After a component is replaced and resynchronized, use the metastat command to verify the state of the volume. Then, validate the data. Replacing or enabling a component in the “Last Erred” state usually means that some data has been lost. Be sure to validate the data on the volume after you repair it. For a UFS, run the fsck command to validate the “metadata” (the structure of the file system). Then, check the actual user data. (Practically, users will have to examine their files.) A database or other application must have its own way of validating its internal data structure.
Always check for state database replicas and hot spares when you replace components. Any state database replica in an erred state should be deleted before you replace the physical disk. The state database replica should be added back before you enable the component. The same procedure applies to hot spares.
During component replacement for a RAID-5 volume, data is recovered in one of two ways. The data is recovered either from a hot spare currently in use or from using the RAID-5 parity, when no hot spare is in use.

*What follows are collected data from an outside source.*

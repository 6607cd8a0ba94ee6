"""What a header says: the trade's usual words for time, setpoint, command and speed, and the unit beside them."""

from __future__ import annotations

import re
import unicodedata
from dataclasses import dataclass


def _words(text: str) -> frozenset[str]:
    return frozenset(text.split())


# English, German, French, Spanish, Italian; without accents, ß as ss, ö as o or oe.
TIME = _words(
    "time timestamp t datetime zeit zeitstempel zeitpunkt uhrzeit temps heure horodatage horodate tiempo hora "
    "tempo ora elapsed sourcetimestamp servertimestamp epoch"
)
DATE = _words("date datum fecha data jour tag")
SETPOINT = _words(
    "sp sv setpoint setpt set reference ref target soll sollwert solldrehzahl fuhrungsgrosse fuehrungsgroesse "
    "consigne reference consigna referencia riferimento setpunkt drehzahlsollwert r"
)
COMMAND = _words(
    "command cmd co op out mv u stellgrosse stellgroesse stellwert stellsignal commande comando mando manipulated "
    "actuator actuation duty dutycycle pwm"
)
SPEED = _words(
    "speed pv rpm tacho tachometer velocity drehzahl istdrehzahl drehzahlistwert geschwindigkeit vitesse velocidad "
    "velocita regime giri tours revolutions rps"
)
MEASURED = _words(
    "measured measurement actual act ist istwert feedback mesure mesuree mesura medida medido misurata misura real reale"
)
WEAK = _words("output y ausgang sortie salida uscita")
INPUT = _words("input eingang entree entrada ingresso")
CONTROLLER = _words("controller control regler regulateur regulador controlador regolatore pid pi")
# Words that make a signal something else than one of the four, whatever stands beside them.
OTHER = _words(
    "error err deviation abweichung regelabweichung erreur ecart errore limit limits limite max min maximum minimum "
    "alarm alarme torque moment drehmoment couple par coppia current strom courant corriente corrente temperature "
    "temperatur temp voltage spannung tension position pos angle winkel acceleration power leistung pressure druck "
    "flow status quality mode counts count encoder"
)
QUALITY = _words(
    "status statuscode quality qualitat qualitaet qualite calidad qualita mode modus betriebsart opcquality"
)
AMBIGUOUS = _words("cv")

TIME_UNITS = {"s": 1.0, "sec": 1.0, "secs": 1.0, "seconds": 1.0, "sek": 1.0, "ms": 1e-3, "msec": 1e-3, "us": 1e-6, "µs": 1e-6,
              "μs": 1e-6, "ns": 1e-9, "min": 60.0, "h": 3600.0}  # fmt: skip
_SUFFIX_UNITS = _words("rpm rps hz pct percent % v volt volts ma s ms us ns sec")
_UNIT_ROW = _words(
    "rpm 1/min min-1 u/min tr/min rad/s rps rev/s hz m/min m/s % pct percent v mv volt a ma nm s ms us ns sec utc local "
    "iso iso8601 - deg/s °/s turns/s g/min giri/min"
)
_BRACKETED = re.compile(r"(.*?)[\s_]*[\[(]([^\])]*)[\])]\s*")


@dataclass(frozen=True, slots=True)
class Header:
    """One header: its words without accents, and its unit ("" where it names none)."""

    text: str
    words: tuple[str, ...]
    unit: str


def understand(text: str) -> Header:
    """Split a header into words and unit: "Drehzahl [1/min]", "speed_rpm", "SIC101.PV"."""
    bracketed = _BRACKETED.fullmatch(text)
    base, unit = (bracketed[1], bracketed[2].strip()) if bracketed else (text, "")
    if not bracketed and base.strip().casefold() in _UNIT_ROW - {"-", "mv", "a", "s", "v", "t"}:
        return Header(text, ("speed",) if base.strip().casefold() in _SPEED_UNITS else (), base.strip())
    # A full tag path: the signal is named by its last part.
    tail = re.split(r"[./\\:|]", base.strip())[-1]
    if re.fullmatch(r"[A-Za-z]{1,12}", tail) and len(_split(tail)) == 1 and len(tail) < len(base.strip()):
        base = tail
    words = _split(base)
    if not unit and len(words) > 1 and words[-1] in _SUFFIX_UNITS:
        *words, unit = words
        unit = "%" if unit in {"pct", "percent"} else unit
        unit = {"v": "V", "volt": "V", "volts": "V", "ma": "mA", "hz": "Hz"}.get(unit, unit)
    return Header(text, tuple(words), unit)


_SPEED_UNITS = _words(
    "rpm 1/min min-1 u/min tr/min rad/s rps rev/s hz m/min m/s deg/s °/s turns/s g/min giri/min"
)


def _split(text: str) -> list[str]:
    spaced = re.sub(r"(?<=[a-z])(?=[A-Z])", " ", text)
    plain = unicodedata.normalize("NFKD", spaced.casefold())
    plain = "".join(c for c in plain if not unicodedata.combining(c))
    return re.findall(r"%|[^\W_]+", plain)


def is_unit(text: str) -> bool:
    """Whether a cell of a units row is a unit (or blank)."""
    return not text or text.strip("[]() ").casefold() in _UNIT_ROW


def meaning(header: Header) -> str | None:
    """time, date, setpoint, command, speed; output or input where only the other columns can tell; cv where
    nothing can; quality for a status column; None where no word is known or the words contradict each other."""
    words = set(header.words)
    joined = "".join(header.words)
    if words & QUALITY or joined in QUALITY:
        return "quality"
    if words & AMBIGUOUS:
        return "cv"
    if joined in TIME or (words & TIME and not words & (SPEED | MEASURED | COMMAND | SETPOINT | OTHER)):
        return "time"
    if joined in DATE:
        return "date"
    if words & OTHER:
        return None
    setpoint = bool(words & SETPOINT) or joined in SETPOINT
    command = bool(words & COMMAND) or joined in COMMAND
    speed = bool(words & (SPEED | MEASURED)) or joined in SPEED
    output = bool(words & WEAK)
    if output and words & CONTROLLER:
        command, output = True, False
    if output and words & MEASURED:
        output = False
    if setpoint and not command:
        return "setpoint"
    if command and not (setpoint or speed or (output and "out" not in words and "command" not in words)):
        return "command"
    if speed and not (command or setpoint):
        return "speed"
    if output and len(words) == 1:
        return "output"
    if words & INPUT and len(words) == 1:
        return "input"
    return None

When you replace a component for a RAID-1 volume, Solaris Volume Manager automatically starts resynchronizing the new component with the rest of the volume. When the resynchronization completes, the replaced component becomes readable and writable. If the failed component has been replaced with data from a hot spare, the hot spare is placed in the “Available” state and made available for other hot spare replacements.
The new component must be large enough to replace the old component.
As a precaution, back up all data before you replace “Last Erred” devices.